While it is true that no major overseas telecom investor has refused to invest in the country because of this clause (ironically, it is Indian players like the Tatas that are exercised about this), there are other restrictions that threaten to derail their investments. The November guidelines, for instance, do not allow firms to access their Indian network operations from anywhere outside the country""allowing such access, however, is standard international practice, even in countries like the US and Israel, which have heightened security consciousness. Indeed, Indian firms are trying to win contracts to maintain/repair global networks from here in India.
 
Other rules, such as those relating to investor rights, are xenophobic and violative of the standard rules of shareholder democracy. According to the guidelines, if a foreign investor which owns 74 per cent of a telco operating in the country wants to hire a new chairman, managing director, CEO, CTO, etc. (even if the persons being considered are third generation bona fide Indian nationals), this has to be done "in consultation with serious Indian investors", and a serious Indian investor is defined as someone who owns at least 10 per cent of the company's equity.

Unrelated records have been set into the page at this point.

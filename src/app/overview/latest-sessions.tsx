import { Link } from 'react-router-dom';
import { panel, panelTitle } from '../../components/ui';
import { useSessions } from '../../features/sessions/api/get-sessions';
import { RegressionBadge, VerdictBadge } from '../../features/sessions/components/verdict-badges';
import { DEFAULT_FILTERS } from '../../features/sessions/list/session-filters';

const LATEST = { ...DEFAULT_FILTERS, pageSize: 8 };

/** The newest bench sessions of the whole lab, each with its verdict in words. */
export function LatestSessions() {
  const sessions = useSessions(LATEST);
  return (
    <section aria-labelledby="latest-title" className={panel}>
      <h2 id="latest-title" className={panelTitle}>
        Latest sessions
      </h2>
      {sessions.isPending && <p className="text-sm text-ink-soft">Loading…</p>}
      {sessions.isError && <p role="alert" className="text-sm text-fail">Could not load sessions: {sessions.error.message}</p>}
      {sessions.data && sessions.data.items.length === 0 && <p className="text-sm text-ink-soft">No session saved yet. Run one from the Bench page.</p>}
      {sessions.data && sessions.data.items.length > 0 && (
        <table className="w-full text-sm">
          <thead className="text-left text-ink-soft">
            <tr>
              <th className="py-1 pr-3 font-normal">session</th>
              <th className="py-1 pr-3 font-normal">core / build</th>
              <th className="py-1 pr-3 font-normal">board</th>
              <th className="py-1 pr-3 text-right font-normal">samples</th>
              <th className="py-1 font-normal">verdict</th>
            </tr>
          </thead>
          <tbody>
            {sessions.data.items.map((s) => (
              <tr key={s.id} className="border-t border-rule">
                <td className="py-1.5 pr-3">
                  <Link to={`/sessions/${s.id}`} className="font-bold underline">
                    {s.id}
                  </Link>{' '}
                  <span className="text-ink-soft">{new Date(s.startedAt).toLocaleDateString()}</span>
                </td>
                <td className="py-1.5 pr-3">
                  {s.core?.slug ?? s.coreId}
                  {s.build ? ` / ${s.build.label}` : ''}
                </td>
                <td className="py-1.5 pr-3">{s.board?.name ?? '—'}</td>
                <td className="py-1.5 pr-3 text-right font-mono">{s.sampleCount.toLocaleString()}</td>
                <td className="flex gap-1.5 py-1.5">
                  <VerdictBadge passed={s.passed} />
                  {s.regression && <RegressionBadge />}
                </td>
              </tr>
            ))}
          </tbody>
        </table>
      )}
      <Link to="/sessions" className="mt-3 inline-block text-sm underline">
        All sessions
      </Link>
    </section>
  );
}
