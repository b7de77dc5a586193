/** An error reply of the Anglebench API, `{ error: { code, message } }`, as a typed error. */
export class ApiError extends Error {
  constructor(
    readonly status: number,
    readonly code: string,
    message: string,
  ) {
    super(message);
    this.name = 'ApiError';
  }
}

export interface ApiRequest extends Omit<RequestInit, 'body'> {
  /** A plain object is sent as JSON; FormData and Blob are sent as they are. */
  body?: unknown;
}

/** Fetch `/api…` with the session cookie; resolve to the parsed JSON or throw an ApiError. */
export async function api<T>(path: string, init: ApiRequest = {}): Promise<T> {
  const headers = new Headers(init.headers);
  let body: BodyInit | undefined;
  if (init.body instanceof FormData || init.body instanceof Blob) body = init.body;
  else if (init.body !== undefined) {
    body = JSON.stringify(init.body);
    headers.set('content-type', 'application/json');
  }
  headers.set('accept', 'application/json');
  let res: Response;
  try {
    res = await fetch(path, { ...init, body, headers, credentials: 'same-origin' });
  } catch (cause) {
    if ((cause as Error).name === 'AbortError') throw cause;
    throw new ApiError(0, 'network', 'The server could not be reached. Is it running?');
  }
  if (res.status === 204) return undefined as T;
  const text = await res.text();
  let parsed: unknown = undefined;
  try {
    parsed = text ? JSON.parse(text) : undefined;
  } catch {
    // Not JSON (a proxy page, say): reported below with the status.
  }
  if (!res.ok) {
    const err = (parsed as { error?: { code?: string; message?: string } } | undefined)?.error;
    throw new ApiError(res.status, err?.code ?? `http_${res.status}`, err?.message ?? `${res.status} ${res.statusText}`);
  }
  return parsed as T;
}
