// The station relay over real sockets: the app listening on a free port, stations and drivers as
// WebSocket clients (raw ones where the test plays the station, the CLI's own where it runs one).
import { mkdtempSync, readFileSync, rmSync } from 'node:fs';
import { tmpdir } from 'node:os';
import path from 'node:path';
import { afterEach, beforeEach, describe, expect, it } from 'vitest';
import WebSocket from 'ws';
import { startStation, type Station } from '../../cli/station';
import { openDevice } from '../../cli/device';
import { createApp } from '../../server/app';
import { sha256Hex } from '../../server/auth/tokens';
import { ApiToken, type Role } from '../../server/db/models';
import { startMockServer, type MockServer } from '../../mock-device/ws-server';
import { defaultBoardSettings } from '../../mock-device/board-session';
import { createCordicModel } from '../../shared/numeric';
import { LinkEngine } from '../../shared/link-engine/link-engine';
import { Backoff } from '../../shared/stations/backoff';
import { stationListReply } from '../../shared/contract/stations';
import { STATION_CONNECT_PATH, STATION_MAX_MESSAGE_BYTES, stationDrivePath } from '../../shared/stations/wire';
import { manualClock } from '../support/manual-clock';
import { realEngineClock } from '../support/in-process-board';
import { testApp, TEST_PASSWORD, type TestApp } from '../support/test-app';
import { listen, signInCookie, type ListeningApp } from '../support/listening-app';
import { captureIo, mockSerialBoard } from '../unit/cli/run-support';
import { runRunCommand } from '../../cli/run';
import { createInterrupt } from '../../cli/interrupt';
import { Core } from '../../server/db/models';
import { modelConfigSchema } from '../../server/schemas/core';
import { makeLabCertificate } from '../../scripts/lab-certificate';
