func simCurrent(k int) float64 { return 10 + 0.5*float64(k) }

// writeSimLog writes seconds of data as CSV (time, group, bx, by, bz) and
// returns the window means per sensor, for a direct fit.
func writeSimLog(t *testing.T, path string, seconds float64) (means map[int][][3]float64) {
	return writeSimLogAs(t, path, seconds, false)
}

// writeSimLogAs writes the simulated log; withPositions writes the columns
// time, x, y, z, sensor, win, bx, by, bz instead, so that locate can fit
// each window (--group-by win) and replay names sensors with
// --columns group=sensor.
func writeSimLogAs(t *testing.T, path string, seconds float64, withPositions bool) (means map[int][][3]float64) {
	t.Helper()
	rng := rand.New(rand.NewPCG(6, 6))
	var b bytes.Buffer
	if withPositions {
		b.WriteString("time,x,y,z,sensor,win,bx,by,bz\n")
	} else {
		b.WriteString("time,group,bx,by,bz\n")
	}
	n := int(seconds * simRate)
	perWin := int(simWindow * simRate)
	means = map[int][][3]float64{}
	for i := 0; i < n; i++ {
		k := i / perWin
		if means[k] == nil {
			means[k] = make([][3]float64, len(simSensors))
		}
		tt := simT0 + float64(i)/simRate
		for s, pos := range simSensors {
			f := simLine.Field(pos, simCurrent(k))
			var v [3]float64
			for j := range 3 {
				v[j] = f[j]*1e9 + simEarth[j] + 0.5*rng.NormFloat64()
				// Round as the CSV does, so the direct fit sees the same numbers.
				v[j] = math.Round(v[j]*1e4) / 1e4
				means[k][s][j] += v[j] / float64(perWin)
			}
			if withPositions {
				fmt.Fprintf(&b, "%.4f,%g,%g,%g,s%d,w%02d,%.4f,%.4f,%.4f\n", tt, pos[0], pos[1], pos[2], s, k, v[0], v[1], v[2])
			} else {
				fmt.Fprintf(&b, "%.4f,s%d,%.4f,%.4f,%.4f\n", tt, s, v[0], v[1], v[2])
			}
		}
	}
	if err := os.WriteFile(path, b.Bytes(), 0o644); err != nil {
		t.Fatal(err)
	}
	return means
}

const simSite = `
name = "Harrow Fen substation (test)"
[service]
http = "-"
lease_ttl = "1s"
idle = "500ms"
[[asset]]
name = "fenwick-lane"
mode = "dc"
window = "500ms"
  [[asset.sensor]]
  name = "s0"
  position = [-1, 0, 0.3]
  [[asset.sensor]]
  name = "s1"
  position = [0, 0, 0.3]
  [[asset.sensor]]
  name = "s2"
  position = [1, 0, 0.3]
  [[asset.conductor]]
  name = "cable"
  point = [0.2, 0, -1.2]
  direction = [0, 1, 0]
`

func readEstimates(t *testing.T, js jetstream.JetStream) []live.Estimate {
	t.Helper()
	ctx, cancel := context.WithTimeout(context.Background(), 10*time.Second)
	defer cancel()
	st, err := js.Stream(ctx, broker.StreamEstimates)
	if err != nil {
		return nil
	}
	info, err := st.Info(ctx)
	if err != nil {
		t.Fatal(err)
	}
	var out []live.Estimate
	for seq := info.State.FirstSeq; seq <= info.State.LastSeq && info.State.Msgs > 0; seq++ {
		m, err := st.GetMsg(ctx, seq)
		if err != nil {
			continue
		}
		var e live.Estimate
		if err := json.Unmarshal(m.Data, &e); err != nil {
			t.Fatal(err)
		}
		out = append(out, e)
	}
	return out
}

func pollUntil(t *testing.T, timeout time.Duration, what string, cond func() bool) {
	t.Helper()
	deadline := time.Now().Add(timeout)
	for !cond() {
		if time.Now().After(deadline) {
			t.Fatalf("timed out after %v waiting for %s", timeout, what)
		}
		time.Sleep(25 * time.Millisecond)
	}
}
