// clone returns a copy of su that shares no memory with it.
func (su *summary) clone() *summary {
	out := *su
	if su.cov != nil {
		out.cov = mat.NewSymDense(su.cov.SymmetricDim(), nil)
		out.cov.CopySym(su.cov)
	}
	out.lines = slices.Clone(su.lines)
	for i := range out.lines {
		out.lines[i].Notes = slices.Clone(out.lines[i].Notes)
	}
	out.pairs = slices.Clone(su.pairs)
	for i := range out.pairs {
		out.pairs[i].Notes = slices.Clone(out.pairs[i].Notes)
	}
	out.unresolved = slices.Clone(su.unresolved)
	out.under = slices.Clone(su.under)
	out.flip = slices.Clone(su.flip)
	out.names = slices.Clone(su.names)
	out.v = slices.Clone(su.v)
	return &out
}

// pairRank returns the order in which the lines of su are to be listed when its
// unresolved pairs are ranked as conductors, or nil when that is their order already.
// A line ranks by its current; a pair by its net current plus its current times
// spacing over its centre's depth below the sensors (the line current whose field at
// that depth matches the pair's line dipole's), its lines together, the one with the
// larger current first. The lines of a pair fitted collapsed carry thousands of
// amperes each, and the magnitude order put such a pair first on some traverses and a
// 6 A cable beside it first on others, so the route's conductor changed from traverse
// to traverse.
func pairRank(su *summary, zSensors float64) []int {
	type unit struct {
		lines    []int
		strength float64
	}
	inPair := make([]int, len(su.lines))
	for i := range inPair {
		inPair[i] = -1
	}
	for p, pe := range su.pairs {
		inPair[pe.Lines[0]], inPair[pe.Lines[1]] = p, p
	}
	var units []unit
	for i, e := range su.lines {
		switch p := inPair[i]; {
		case p < 0:
			units = append(units, unit{[]int{i}, math.Abs(e.Current)})
		case su.pairs[p].Lines[0] == i: // Lines[0] < Lines[1]
			pe := su.pairs[p]
			a, b := pe.Lines[0], pe.Lines[1]
			if math.Abs(su.lines[b].Current) > math.Abs(su.lines[a].Current) {
				a, b = b, a
			}
			st := math.Abs(pe.NetCurrent)
			if h := zSensors - pe.Point[2]; h > 0 {
				st += pe.Moment / h
			}
			units = append(units, unit{[]int{a, b}, st})
		}
	}
	sort.SliceStable(units, func(a, b int) bool { return units[a].strength > units[b].strength })
	idx := make([]int, 0, len(su.lines))
	for _, u := range units {
		idx = append(idx, u.lines...)
	}
	for i, j := range idx {
		if i != j {
			return idx
		}
	}
	return nil
}

// permute lists the candidate's lines in the order idx (line i becomes line idx[i]'s).
func (c *candidate) permute(idx []int) error {
	sp := c.sp
	if err := sp.evaluate(c.x); err != nil {
		return err
	}
	g := make([]lineGeom, len(sp.geom))
	for i, j := range idx {
		g[i] = sp.geom[j]
	}
	sp.geom = g
	sp.ok = false
	c.x, _, _ = sp.pack()
	return sp.evaluate(c.x)
}
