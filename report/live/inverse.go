package live

import (
	"errors"
	"fmt"
	"gonum.org/v1/gonum/mat"
	"math"
	"math/cmplx"
	"strings"

	"undercurrent/inverse"
)

func init() {
	defaultEstimator = NewInverseEstimator
	defaultCommissioner = InverseCommissioner{}
}

// inverseEstimator is the fast path: the inverse package's fixed-geometry
// linear least squares (FitStrengths) with a uniform background.
type inverseEstimator struct {
	sources []inverse.Source
}

// NewInverseEstimator returns the Estimator built on inverse.FitStrengths
// for the conductors: a "line" is an inverse.Line, a "segment" an
// inverse.Segment; a uniform background is fitted with the currents.
func NewInverseEstimator(mode string, conds []ConductorConfig) (Estimator, error) {
	if len(conds) == 0 {
		return nil, fmt.Errorf("no conductors")
	}
	e := &inverseEstimator{}
	for _, c := range conds {
		switch c.Kind {
		case "", "line":
			e.sources = append(e.sources, inverse.Line{Point: c.Point, Dir: c.Direction})
		case "segment":
			e.sources = append(e.sources, inverse.Segment{A: c.From, B: c.To})
		default:
			return nil, fmt.Errorf("conductor %q: kind %q", c.Name, c.Kind)
		}
	}
	return e, nil
}

// Solve runs FitStrengths. For AC the current is the magnitude of the
// strength phasor (RMS) and the phase its argument; the phase sigma is
// sigma_I/|I| radians to first order.
func (e *inverseEstimator) Solve(in *SolveInput) (*SolveOutput, error) {
	if unequal(in.Sigmas) {
		return e.solveWeighted(in)
	}
	if len(in.Sigmas) > 0 {
		in = &SolveInput{Points: in.Points, Fields: in.Fields, Phasors: in.Phasors, Sigma: in.Sigmas[0]}
	}
	p := &inverse.Problem{Points: in.Points, Fields: in.Fields, Phasors: in.Phasors, Sigma: in.Sigma}
	res, err := inverse.FitStrengths(p, e.sources, nil)
	if err != nil {
		return nil, err
	}
	out := &SolveOutput{RMS: res.RMS, Chi2: res.Chi2, DOF: res.DOF}
	n := len(e.sources)
	out.CurrentSigma = append([]float64(nil), res.StrengthSigmas[:n]...)
	if res.Covariance != nil {
		out.CurrentCov = strengthCovariance(res.Covariance, n)
	}
	if in.Phasors != nil {
		for i := range n {
			z := res.StrengthPhasors[i]
			mag := cmplx.Abs(z)
			out.Current = append(out.Current, mag)
			out.Phase = append(out.Phase, cmplx.Phase(z)*180/math.Pi)
			ps := 180.0
			if mag > 0 {
				ps = math.Min(180, res.StrengthSigmas[i]/mag*180/math.Pi)
			}
			out.PhaseSigma = append(out.PhaseSigma, ps)
		}
		if out.CurrentCov != nil {
			out.CurrentCov = magnitudeCovariance(out.CurrentCov, out.Phase)
		}
	} else {
		out.Current = append([]float64(nil), res.Strengths[:n]...)
		bg := res.Background
		out.Background = &bg
	}
	return out, nil
}

// unequal reports whether the sigmas are not all the same.
func unequal(sig []float64) bool {
	for _, v := range sig {
		if v != sig[0] {
			return true
		}
	}
	return false
}

// solveWeighted is Solve for readings of unequal sigma: the same model
// (the conductors' fields from inverse.ReadingBasis and a uniform
// background) fitted by weighted least squares, each row divided by its
// reading's sigma (Aitken's generalised least squares for independent
// errors), solved by QR. The covariance of the strengths is
// (A' W A)^-1 with W = diag(1/sigma_i^2) and chi-square the weighted
// residual sum of squares.
func (e *inverseEstimator) solveWeighted(in *SolveInput) (*SolveOutput, error) {
	A, Y, ns, err := e.weightedSystem(in, in.Sigmas)
	if err != nil {
		return nil, err
	}
	ac := in.Phasors != nil
	m, q := A.Dims()
	_, nr := Y.Dims()
	var qr mat.QR
	qr.Factorize(A)
	var coef mat.Dense
	if err := qr.SolveTo(&coef, false, Y); err != nil {
		return nil, fmt.Errorf("the currents cannot be separated with these readings: %w", err)
	}
	var ata mat.SymDense
	ata.SymOuterK(1, A.T())
	var ch mat.Cholesky
	if !ch.Factorize(&ata) {
		return nil, fmt.Errorf("the currents cannot be separated with these readings")
	}
	var cov mat.SymDense
	if err := ch.InverseTo(&cov); err != nil {
		return nil, err
	}
	var pred mat.Dense
	pred.Mul(A, &coef)
	var chi2, rss float64
	for row := range m {
		s := in.Sigmas[row/3]
		for k := range nr {
			r := Y.At(row, k) - pred.At(row, k)
			chi2 += r * r
			rss += r * r * s * s
		}
	}
	out := &SolveOutput{RMS: math.Sqrt(rss / float64(m)), Chi2: chi2, DOF: m*nr - q*nr}
	for j := range ns {
		sig := math.Sqrt(math.Max(cov.At(j, j), 0))
		out.CurrentSigma = append(out.CurrentSigma, sig)
		if ac {
			z := complex(coef.At(j, 0), coef.At(j, 1))
			mag := cmplx.Abs(z)
			out.Current = append(out.Current, mag)
			out.Phase = append(out.Phase, cmplx.Phase(z)*180/math.Pi)
			ps := 180.0
			if mag > 0 {
				ps = math.Min(180, sig/mag*180/math.Pi)
			}
			out.PhaseSigma = append(out.PhaseSigma, ps)
		} else {
			out.Current = append(out.Current, coef.At(j, 0))
		}
	}
	if !ac {
		bg := [3]float64{coef.At(ns, 0), coef.At(ns+1, 0), coef.At(ns+2, 0)}
		out.Background = &bg
	}
	out.CurrentCov = strengthCovariance(&cov, ns)
	if ac {
		out.CurrentCov = magnitudeCovariance(out.CurrentCov, out.Phase)
	}
	return out, nil
}
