// window demodulates rows [lo, hi) and appends the result.
func (d *demodulator) window(lo, hi int) error {
	c, set := d.c, d.set
	w := Window{N: hi - lo, Freq: set.Freq}
	t0 := c.Time[lo]
	w.Time = 0.5 * (c.Time[lo] + c.Time[hi-1])
	if c.Group != nil {
		w.Group = c.Group[lo]
	}
	for k := 0; k < 3; k++ {
		if c.Pos[k] == nil {
			continue
		}
		var s float64
		for _, v := range c.Pos[k][lo:hi] {
			s += v
		}
		w.Pos[k] = s / float64(hi-lo)
		if math.IsNaN(w.Pos[k]) || math.IsInf(w.Pos[k], 0) {
			for i := lo; i < hi; i++ {
				if v := c.Pos[k][i]; math.IsNaN(v) || math.IsInf(v, 0) {
					return fmt.Errorf("calibrate: row %d: column %s is %g", i, [3]string{"x", "y", "z"}[k], v)
				}
			}
		}
	}
	w.Travel = halfTravel(c, lo, hi, w.Pos)
	tpl := d.tpl
	var fitQ [3]float64 // the joint fit's Schur complement per axis (EstimateFreq)
	if set.EstimateFreq {
		if d.fit == nil {
			d.fit = newFreqFit(set.Harmonics, d.tpl.drift, set.Nuisance, !set.ConstantAmplitude)
		}
		var grid *nuisanceGrid
		if len(set.Nuisance) > 0 && hi-lo == d.tpl.n && d.uniform(lo, hi) {
			grid = d.nuisanceGrid()
		}
		if k := d.fit.load(c.Time[lo:hi], [3][]float64{c.B[0][lo:hi], c.B[1][lo:hi], c.B[2][lo:hi]}, grid); k >= 0 {
			return c.badValue(k, lo, hi)
		}
		// The four-parameter fit (IEEE Std 1057 / 1241) from the nominal
		// frequency, one frequency shared by the three axes.
		f, _, q, err := d.fit.fit(c.Time[lo:hi], set.Freq, 30)
		if err != nil {
			err = fmt.Errorf("calibrate: demodulate: window at rows %d-%d (t = %s): %w", lo, hi-1, fmtTime(t0), err)
			if set.SkipFailedFreq {
				return &freqFitFailed{err}
			}
			return err
		}
		fitQ = q
		w.Freq = f
		if math.Abs(f-set.Freq) > set.Band {
			if d.outBand == 0 {
				d.firstOut = fmt.Sprintf("rows %d-%d, t = %s", lo, hi-1, fmtTime(w.Time))
				d.outLo, d.outHi = f, f
			}
			d.outBand++
			d.outLo, d.outHi = math.Min(d.outLo, f), math.Max(d.outHi, f)
		}
		var err2 error
		tpl, err2 = d.generalTemplate(&d.fit.times, f, grid)
		if err2 != nil {
			// The fit may converge where the window's basis is singular (a
			// noisy window's fit drawn onto a fitted mains line: a 128 Hz
			// tone at 200 nT noise reached 149.94 Hz beside the 150 Hz
			// nuisance columns); with SkipFailedFreq that window is left
			// out like any failed fit. Before, it gave up the check for
			// the whole log (found in review).
			err2 = fmt.Errorf("calibrate: demodulate: window at rows %d-%d (t = %s, frequency fitted at %.4g Hz): %w", lo, hi-1, fmtTime(t0), f, err2)
			if set.SkipFailedFreq {
				return &freqFitFailed{err2}
			}
			return err2
		}
		d.res.General++
	} else if d.uniform(lo, hi) {
		d.res.Uniform++
	} else {
		var err error
		d.times.set(c.Time[lo:hi])
		tpl, err = d.generalTemplate(&d.times, set.Freq, nil)
		if err != nil {
			return fmt.Errorf("calibrate: demodulate: window at rows %d-%d (t = %s): %w", lo, hi-1, fmtTime(t0), err)
		}
		d.res.General++
	}
	var harm [][3]complex128
	if len(set.Harmonics) > 0 {
		harm = make([][3]complex128, len(set.Harmonics))
	}
	p := tpl.p
	if cap(d.xty) < p {
		d.xty = make([]float64, p)
		d.beta = make([]float64, p)
	}
	xty, beta := d.xty[:p], d.beta[:p]
	dof := float64(hi - lo - p)
	// phasor turns a window's cos/sin coefficients of harmonic h into a
	// phasor on the clock of set.Freq (Window.B): at the window's own
	// frequency about its centre with EstimateFreq, so that windows fitted
	// at slightly different frequencies stay phase-coherent.
	phasor := func(a, b float64, h int) complex128 {
		if w.Freq == set.Freq {
			return localToAbsolute(a, b, w.Freq, t0, h)
		}
		return centreToClock(a, b, w.Freq, set.Freq, t0, w.Time, h)
	}
	var freqInfo float64 // Σ q_k/s_k², the estimated frequency's information
	for k := 0; k < 3; k++ {
		y := c.B[k][lo:hi]
		ref := y[0]
		var yy float64
		if p == 3 {
			// The common case, in one pass: Σ y'c, Σ y's, Σ y', Σ y'².
			cb, sb := tpl.basis[0][:len(y)], tpl.basis[1][:len(y)]
			var sc, ss, s1 float64
			for i, v := range y {
				v -= ref
				sc += v * cb[i]
				ss += v * sb[i]
				s1 += v
				yy += v * v
			}
			xty[0], xty[1], xty[2] = sc, ss, s1
		} else if p == 7 && tpl.slope {
			// The default (cos, sin, 1, the two slope columns and the two
			// curvature columns), in one pass.
			n := len(y)
			cb, sb := tpl.basis[0][:n], tpl.basis[1][:n]
			tcb, tsb := tpl.basis[3][:n], tpl.basis[4][:n]
			qcb, qsb := tpl.basis[5][:n], tpl.basis[6][:n]
			var sc, ss, s1, stc, sts, sqc, sqs float64
			for i, v := range y {
				v -= ref
				sc += v * cb[i]
				ss += v * sb[i]
				s1 += v
				stc += v * tcb[i]
				sts += v * tsb[i]
				sqc += v * qcb[i]
				sqs += v * qsb[i]
				yy += v * v
			}
			xty[0], xty[1], xty[2], xty[3], xty[4], xty[5], xty[6] = sc, ss, s1, stc, sts, sqc, sqs
		} else {
			// The series less its first value once, then one product per
			// column (contiguous, four partial sums).
			if cap(d.ybuf) < len(y) {
				d.ybuf = make([]float64, len(y))
			}
			yb := d.ybuf[:len(y)]
			for i, v := range y {
				v -= ref
				yb[i] = v
				yy += v * v
			}
			for j := 0; j < p; j++ {
				xty[j] = dot(yb, tpl.basis[j])
			}
		}
		if math.IsNaN(yy) || math.IsInf(yy, 0) {
			return c.badValue(k, lo, hi)
		}
		var fitted float64
		if tpl.chol != nil {
			// A window's own basis: solved with its Cholesky factor.
			copy(beta, xty)
			cholSolve(tpl.chol, beta)
			for i, b := range beta {
				fitted += b * xty[i]
			}
		} else {
			for i := 0; i < p; i++ {
				var s float64
				for j := 0; j < p; j++ {
					s += tpl.ginv[i*p+j] * xty[j]
				}
				beta[i] = s
				fitted += s * xty[i]
			}
		}
		rss := math.Max(yy-fitted, 0)
		s2 := rss / dof
		if fitQ[k] > 0 {
			// s_k² = rss/(n - p - 1) for the four-parameter model; with the
			// slope columns, whose span holds the frequency's column
			// τ(-A sin + B cos), the residual is that of n - p degrees of
			// freedom. rss = 0 (a noise-free tone) makes it infinite:
			// sigma 0.
			df := dof - 1
			if tpl.slope {
				df = dof
			}
			freqInfo += fitQ[k] * df / rss
		}
		a, b := beta[0], beta[1]
		w.B[k] = phasor(a, b, 1)
		amp := math.Hypot(a, b)
		g00, g01, g11 := tpl.ginv[0], tpl.ginv[1], tpl.ginv[p+1]
		var v float64
		if amp > 0 {
			ua, ub := a/amp, b/amp
			v = s2 * (ua*ua*g00 + 2*ua*ub*g01 + ub*ub*g11)
		} else {
			v = s2 * (g00 + g11) / 2
		}
		w.Sigma[k] = math.Sqrt(v / 2) // RMS scale
		for j, h := range set.Harmonics {
			harm[j][k] = phasor(beta[3+2*j], beta[4+2*j], h)
		}
		if tpl.slope {
			q := slopeStart(set.Harmonics, tpl.drift)
			w.Slope[k] = phasor(beta[q], beta[q+1], 1)
			w.Curve[k] = 2 * phasor(beta[q+2], beta[q+3], 1)
		}
	}
	if freqInfo > 0 {
		w.FreqSigma = 1 / math.Sqrt(freqInfo) / (2 * math.Pi)
	}
	d.res.Windows = append(d.res.Windows, w)
	if harm != nil {
		d.res.Harmonics = append(d.res.Harmonics, harm)
	}
	return nil
}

In which case a foreigner has two choices""not invest in the country, or to do so in partnership with an Indian who will operate as a flunkey, doing exactly what he's asked to do in return for a reasonable price. How such a criterion can further the cause of Indian security is unclear, though it is obvious that this increases the ransom that pliable Indian partners can hope to get from serious global investors. Being security conscious is a good thing, but rules must be logical and meaningful so that they do not end up becoming tools in the hands of those who want to keep competitors out of the country.